Denn Maschinen können besser beurteilen, welche News originär sind und welche nicht. Weil sie in sekundenschnelle Tausende von Websites crawlen, Inhalte vergleichen und Unregelmäßigkeiten – beziehungsweise in diesem Falle eher auffällige Regelmäßigkeiten – erfassen.
Was heißt das für die Zukunft?
Nun ja, am Ende des Tages wird uns ein Wettlauf erwarten, wie wir ihn aus der Computerviren-Bekämpfung kennen: Die einen entwickeln Bots, die Schaden bringen, die anderen Bots, die sie bekämpfen. Und da hinter (fast) jedem Bot künstliche Intelligenz und das Prinzip des Machine Learnings stehen, läuft der Kampf vielleicht bald ganz ohne uns. Die Robolution kann beginnen.
So erkennen Sie Meinungsroboter:
"Stolpert man in der Timeline über radikale Positionen oder aufrührerische Nachrichten, sollte man sich zunächst die Quelle anschauen: Kennt man die Person, die dort angeblich twittert? Kenne ich Follower des Accounts? Ist das nicht der Fall, ist Vorsicht geboten. Weitere Indizien liefert eine unseriöse Profilbeschreibuing, eine "unmenschlich" hohe Tweetanzahl, eine zu schnelle Reaktzionszeit oder der Praxistest mit einer Frage, die Kontextwissen erfordert und Bots – noch – überfordert. (Quelle: Spiegel Online)
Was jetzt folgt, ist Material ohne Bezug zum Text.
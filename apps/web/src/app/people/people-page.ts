import { ChangeDetectionStrategy, Component, effect, inject, input, signal } from '@angular/core';
import { MatDialog } from '@angular/material/dialog';
import { RouterLink } from '@angular/router';
import type { Invitation, Role, SitePerson } from '@riseback/contracts';
import { firstValueFrom } from 'rxjs';
import type { Outcome } from '../shared/outcome';
import { ProblemBanner } from '../shared/problem-banner/problem-banner';
import { StatusMark } from '../shared/status-mark/status-mark';
import { AppBar } from '../shell/app-bar';
import { ConfirmDialog, type Question } from './confirm-dialog';
import { InvitationList } from './invitation-list';
import { InviteForm } from './invite-form';
import { PeopleStore } from './people-store';
import type { PersonAct } from './person-acts';
import { PersonList } from './person-list';
import { RoleDialog } from './role-dialog';
import { RoleTable } from './role-table';
import { roleName } from './role-words';

/** Who is at a site, in which role, and who is invited; for its administrators. */
@Component({
  selector: 'app-people-page',
  imports: [AppBar, InvitationList, InviteForm, PersonList, ProblemBanner, RoleTable, RouterLink, StatusMark],
  changeDetection: ChangeDetectionStrategy.OnPush,
  providers: [PeopleStore],
  templateUrl: './people-page.html',
  styleUrl: './people-page.scss',
})
export class PeoplePage {
  private readonly dialog = inject(MatDialog);
  protected readonly store = inject(PeopleStore);

  readonly siteId = input.required<string>();

  /** What the last command did, or why it did not. */
  protected readonly said = signal('');
  protected readonly refusal = signal('');

  constructor() {
    effect(() => this.store.siteId.set(this.siteId()));
  }

  protected async changeRole(person: SitePerson): Promise<void> {
    const opened = this.dialog.open<RoleDialog, SitePerson, Role>(RoleDialog, { data: person, width: '560px' });
    const role = await firstValueFrom(opened.afterClosed());
    if (role === undefined) return;
    this.tell(await this.store.changeRole(person, role), `${person.name} is ${roleName(role).toLowerCase()} now.`);
  }

  protected async act(person: SitePerson, { what, question, done }: PersonAct): Promise<void> {
    if (!(await this.agreed(question))) return;
    const outcome = await (what === 'taking-away' ? this.store.takeRole(person) : this.store.act(person, what));
    this.tell(outcome, done);
  }

  protected async sendAgain(invitation: Invitation): Promise<void> {
    this.tell(
      await this.store.sendAgain(invitation),
      `A new invitation is on its way to ${invitation.email}; the one before no longer counts.`,
    );
  }

  protected async withdraw(invitation: Invitation): Promise<void> {
    const agreed = await this.agreed({
      title: `Withdraw the invitation of ${invitation.email}?`,
      lines: ['The link in the mail no longer lets in, and says so.'],
      act: 'Withdraw',
    });
    if (!agreed) return;
    this.tell(await this.store.withdraw(invitation), `The invitation of ${invitation.email} is withdrawn.`);
  }

  protected sent(words: string): void {
    this.refusal.set('');
    this.said.set(words);
  }

  private async agreed(data: Question): Promise<boolean> {
    const opened = this.dialog.open<ConfirmDialog, Question, boolean>(ConfirmDialog, { data, width: '480px' });
    return (await firstValueFrom(opened.afterClosed())) === true;
  }

  private tell(outcome: Outcome<void>, done: string): void {
    const refused = 'problem' in outcome;
    this.said.set(refused ? '' : done);
    this.refusal.set(refused ? (outcome.problem.detail ?? outcome.problem.title) : '');
  }
}
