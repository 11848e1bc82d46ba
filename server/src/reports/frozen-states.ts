import { RevisionEvent, Signature } from '@riseback/contracts';
import type { RevisionRepository, RevisionRow } from '../revisions/revision-repository';
import { readStatement } from '../revisions/statement-reading';
import type { FrozenState } from './report-content';
import type { ReportMaterial } from './report-material';

/** A revision as a report takes it: its texts are not taken apart here. */
export interface FrozenRevision {
  readonly state: Omit<FrozenState, 'editsSince' | 'presentEngineVersion'>;
  readonly fileHash: string;
  readonly solverHash: string;
  readonly engineVersion: string;
  readonly fileText: string;
  readonly outcomesText: string;
}

/** Revisions for reports, read through the repository of those who make them. */
export class FrozenStates {
  constructor(private readonly revisions: RevisionRepository) {}

  find(networkId: string, revisionId: string): FrozenRevision | undefined {
    const row = this.revisions.find(revisionId);
    if (row?.networkId !== networkId) return undefined;
    const { id, letter, title, reason, networkVersion: version, createdAt, createdByName, resultsHash } = row;
    const { fileHash, solverHash, engineVersion } = row;
    const events = this.events(id);
    return {
      state: {
        kind: 'revision',
        ...{ id, letter, title, reason, version, createdAt, createdByName, resultsHash, events },
        state: events.at(-1)?.state ?? 'draft',
        signatures: this.signatures(id),
      },
      ...{ fileHash, solverHash, engineVersion },
      ...this.texts(id),
    };
  }

  letterOf(networkId: string, revisionId: string): string | undefined {
    const row = this.revisions.find(revisionId);
    return row?.networkId === networkId ? row.letter : undefined;
  }

  /** The one frozen last before another; by default the newest of all. */
  before(networkId: string, revisionId?: string): ReportMaterial['previous'] {
    const rows = this.revisions.list(networkId);
    const place = revisionId === undefined ? rows.length : rows.findIndex(({ id }) => id === revisionId);
    const row = rows[place - 1];
    return row === undefined ? undefined : this.previousOf(row);
  }

  private previousOf({ id, letter, title, createdAt, engineVersion }: RevisionRow): ReportMaterial['previous'] {
    const state = this.events(id).at(-1)?.state ?? 'draft';
    return { letter, title, createdAt, engineVersion, state, ...this.texts(id) };
  }

  private texts(id: string): Pick<FrozenRevision, 'fileText' | 'outcomesText'> {
    const outcomes = this.revisions.outcomes(id).map(({ result }) => result);
    return { fileText: this.revisions.fileText(id) ?? '', outcomesText: `[${outcomes.join(',')}]` };
  }

  private events(id: string): RevisionEvent[] {
    return this.revisions.events(id).map((event) => RevisionEvent.parse(event));
  }

  /** Time and role stand in what was signed; one that cannot be read any more is left out, and verification names it. */
  private signatures(id: string): Signature[] {
    return this.revisions.signatures(id).flatMap((row) => {
      const statement = readStatement(row.statement);
      if (statement === undefined) return [];
      return [Signature.parse({ ...row, at: statement.at, role: statement.person.role })];
    });
  }
}
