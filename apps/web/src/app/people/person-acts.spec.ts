import type { SitePerson } from '@riseback/contracts';
import { describe, expect, it } from 'vitest';
import { actsOn } from './person-acts';

const person: SitePerson = {
  id: 'p1',
  name: 'Ines Kallan',
  email: 'ines@quay.example',
  role: 'designer',
  grantedAt: '2026-03-01T08:00:00.000Z',
  codesOn: false,
  onlyHere: true,
};

describe('actsOn', () => {
  it('offers what there is to do: codes off only where codes are on, enabling only who is disabled', () => {
    expect(actsOn(person).map(({ what }) => what)).toEqual(['password-reset', 'disabling', 'taking-away']);
    const other = { ...person, codesOn: true, disabledAt: '2026-03-02T08:00:00.000Z' };
    expect(actsOn(other).map(({ what }) => what)).toEqual(['password-reset', 'codes-off', 'enabling', 'taking-away']);
  });

  it('says why an account that another site relies on cannot be closed here, and does not offer it', () => {
    const acts = actsOn({ ...person, onlyHere: false });
    expect(acts.filter(({ question }) => question.act === undefined).map(({ what }) => what)).toEqual(['disabling']);
    expect(acts.find(({ what }) => what === 'disabling')?.question.lines[0]).toContain('another site');
  });
});
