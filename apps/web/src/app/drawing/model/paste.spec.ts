import { applyBatch, emptyDocument, type NetworkDocument } from '@riseback/network';
import { describe, expect, it } from 'vitest';
import { type Clip, clipText, partOf, readClip } from './clip';
import { clearOffset } from './clear-offset';
import { drawnNetwork } from './drawn-network';
import { pasteOps } from './paste';
import { sampleDocument, samplePipe } from './sample-network';

const LIBRARY = { libraryId: '7b0f6d1e-52a8-4f4e-9a2b-0f1d7c1f6a01', libraryVersion: 2 };

/** The sample with a trap model at T1, a copy from the library. */
function withModel(): NetworkDocument {
  const applied = applyBatch(sampleDocument(), [
    { op: 'add', in: 'trapModels', ordinal: 0, value: { id: 'M1', name: 'Marl B15', ...LIBRARY } },
    { op: 'set', in: 'nodes', id: 'T1', key: 'trapModel', to: 'M1' },
  ]);
  if (!applied.ok) throw new Error(JSON.stringify(applied.errors));
  return applied.document;
}
function clipOf(document: NetworkDocument, ids: readonly string[], cut = false, siteId = 'here'): Clip {
  const read = readClip(clipText({ part: partOf(document, new Set(ids)).part, siteId, cut }));
  if (!read.ok) throw new Error(read.why);
  return read.clip;
}
function pasted(into: NetworkDocument, clip: Clip) {
  const made = pasteOps(into, clip, { x: 40, y: 40 }, 'here');
  const applied = applyBatch(into, made.ops);
  if (!applied.ok) throw new Error(JSON.stringify(applied.errors));
  return { ...made, document: applied.document, inverse: applied.inverse };
}

describe('a copied part', () => {
  it('has the pipes between its elements and says how many it leaves behind', () => {
    const { part, leftBehind } = partOf(sampleDocument(), new Set(['T1', 'J1', 'L4']));
    expect([...part.nodes.keys()]).toEqual(['T1', 'J1']);
    expect([...part.pipes.keys()]).toEqual(['L1']);
    // L3 leaves J1 for an element outside; L4 was selected without its ends
    expect(leftBehind).toBe(2);
  });

  it('comes back from its text as it was, ties to the library included', () => {
    const document = withModel();
    const valuesOf = (part: NetworkDocument) =>
      [...part.nodes.values(), ...part.pipes.values()].map(({ value }) => value);
    const back = clipOf(document, ['T1', 'J1']).part;
    expect(valuesOf(back)).toEqual(valuesOf(partOf(document, new Set(['T1', 'J1'])).part));
    expect(clipOf(document, ['T1']).part.trapModels.get('M1')?.value).toMatchObject(LIBRARY);
  });

  it.each(['', 'TR-101\t0.05', '{"format":"riseback-piece"', '[]', 'null', '{"a":"riseback-piece"}'])(
    'is told from other text: %s',
    (text) => {
      expect(readClip(text)).toMatchObject({
        ok: false,
        why: expect.stringContaining('nothing that was copied') as string,
      });
    },
  );

  it('is refused with words when it is damaged or of another version', () => {
    const text = clipText({ part: partOf(sampleDocument(), new Set(['T1'])).part, siteId: '', cut: false });
    expect(readClip(text.replace('"inletPressurePa":618000', '"inletPressurePa":-1'))).toMatchObject({ ok: false });
    expect(readClip(text.replace('"version":1,"siteId"', '"version":9,"siteId"'))).toMatchObject({
      ok: false,
      why: expect.stringContaining('another version') as string,
    });
  });
});

describe('pasting', () => {
  it('gives new ids and the next free tags, joins the copies as the originals are joined, and undoes whole', () => {
    const before = sampleDocument();
    const { document, nodes, pipes, inverse } = pasted(before, clipOf(before, ['T1', 'J1']));
    expect(nodes).toEqual(['T3', 'J3']);
    const trap = document.nodes.get('T3')?.value;
    expect(trap).toMatchObject({ kind: 'trap', tag: 'TR-103', position: { x: 40, y: 40 }, loadKgS: 0.05 });
    expect(document.nodes.get('J3')?.value.tag).toBeUndefined();
    expect(document.pipes.get(pipes[0] ?? '')?.value).toMatchObject({ from: 'T3', to: 'J3', tag: 'CR-3' });
    for (const [id, placed] of before.nodes) expect(document.nodes.get(id)).toBe(placed);
    const undone = applyBatch(document, inverse);
    expect(undone.ok && undone.document).toEqual(before);
  });

  it('keeps tags that are free after a cut, once', () => {
    const clip = clipOf(sampleDocument(), ['T1'], true);
    const empty = emptyDocument('Other');
    const first = pasted(empty, clip);
    expect(first.document.nodes.get('T1')?.value.tag).toBe('TR-101');
    const second = pasted(first.document, clip);
    expect(second.document.nodes.get('T2')?.value.tag).toBe('TR-102');
  });

  it('matches trap models with those there, and takes missing ones along', () => {
    const here = withModel();
    const same = pasted(here, clipOf(here, ['T1']));
    expect([...same.document.trapModels.keys()]).toEqual(['M1']);
    expect(same.document.nodes.get('T3')?.value).toMatchObject({ trapModel: 'M1' });
    const elsewhere = pasted(sampleDocument(), clipOf(here, ['T1']));
    expect(elsewhere.document.trapModels.get('M1')?.value).toMatchObject({ name: 'Marl B15', ...LIBRARY });
    expect(elsewhere.document.nodes.get('T3')?.value).toMatchObject({ trapModel: 'M1' });
  });

  it('leaves the tie to a library behind that belongs to another site', () => {
    const { document } = pasted(sampleDocument(), clipOf(withModel(), ['T1'], false, 'elsewhere'));
    expect(document.trapModels.get('M1')?.value).toEqual({ id: 'M1', name: 'Marl B15' });
  });

  it('shifts bends with their pipes', () => {
    const base = sampleDocument();
    const bent = { ...samplePipe('L1', 'T1', 'J1'), bends: [{ x: 20, y: 0 }] };
    const document = { ...base, pipes: new Map(base.pipes).set('L1', { ordinal: 0, value: bent }) };
    const made = pasted(document, clipOf(document, ['T1', 'J1']));
    expect(made.document.pipes.get(made.pipes[0] ?? '')?.value.bends).toEqual([{ x: 60, y: 40 }]);
  });
});

describe('the place of a pasted part', () => {
  it('hits neither symbols nor pipes', () => {
    const network = drawnNetwork(sampleDocument());
    const shape = {
      nodes: [...network.nodes.values()].map(({ at }) => at),
      lines: [...network.pipes.values()].map(({ points }) => points),
    };
    const by = clearOffset(shape, shape, { x: 40, y: 40 });
    for (const a of shape.nodes) {
      for (const b of shape.nodes) {
        const [dx, dy] = [Math.abs(a.x + by.x - b.x), Math.abs(a.y + by.y - b.y)];
        expect(dx >= 80 || dy >= 80).toBe(true);
      }
    }
    expect(by.x % 20).toBe(0);
    expect(by.y % 20).toBe(0);
  });

  it('is the wish itself on an empty sheet', () => {
    const one = { nodes: [{ x: 0, y: 0 }], lines: [] };
    expect(clearOffset({ nodes: [], lines: [] }, one, { x: 40, y: 40 })).toEqual({ x: 40, y: 40 });
  });
});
Was ist überhaupt ein Chatbot?
Chatbots sind eine von vielen Anwendungsmöglichkeiten der Künstlichen Intelligenz. Der Begriff bezeichnet textbasierte Systeme, die mit Menschen in den Dialog treten. Chatbots können als virtuelle Berater (z.B. für Kleidung, Reisen, Restaurants), virtuelle Assistenten (Anfragen bei Behörden, Universitäten), intelligente Suchmaschinen (indem Präferenzen abgefragt werden) oder als virtuelles Call Center eingesetzt werden. Dies kann schriftlich wie auch über die gesprochene Sprache (etwa Amazon Echo, Google Home) geschehen.
Bisher sind die Reaktionen von Redakteuren vorgegeben, "intelligent" ist der Abgleich des Sprachinputs mit internen Datenbanken. Innerhalb von sozialen Netzwerken und den zugehörigen Messenger-Diensten lassen sich spezielle Chatbots nutzen, sogenannte Social Bots. Anders als in der häufigen Anwendungsform der Chatbots, dem Kundenservice, haben die meisten Social Bots ihre Heimat im Marketing.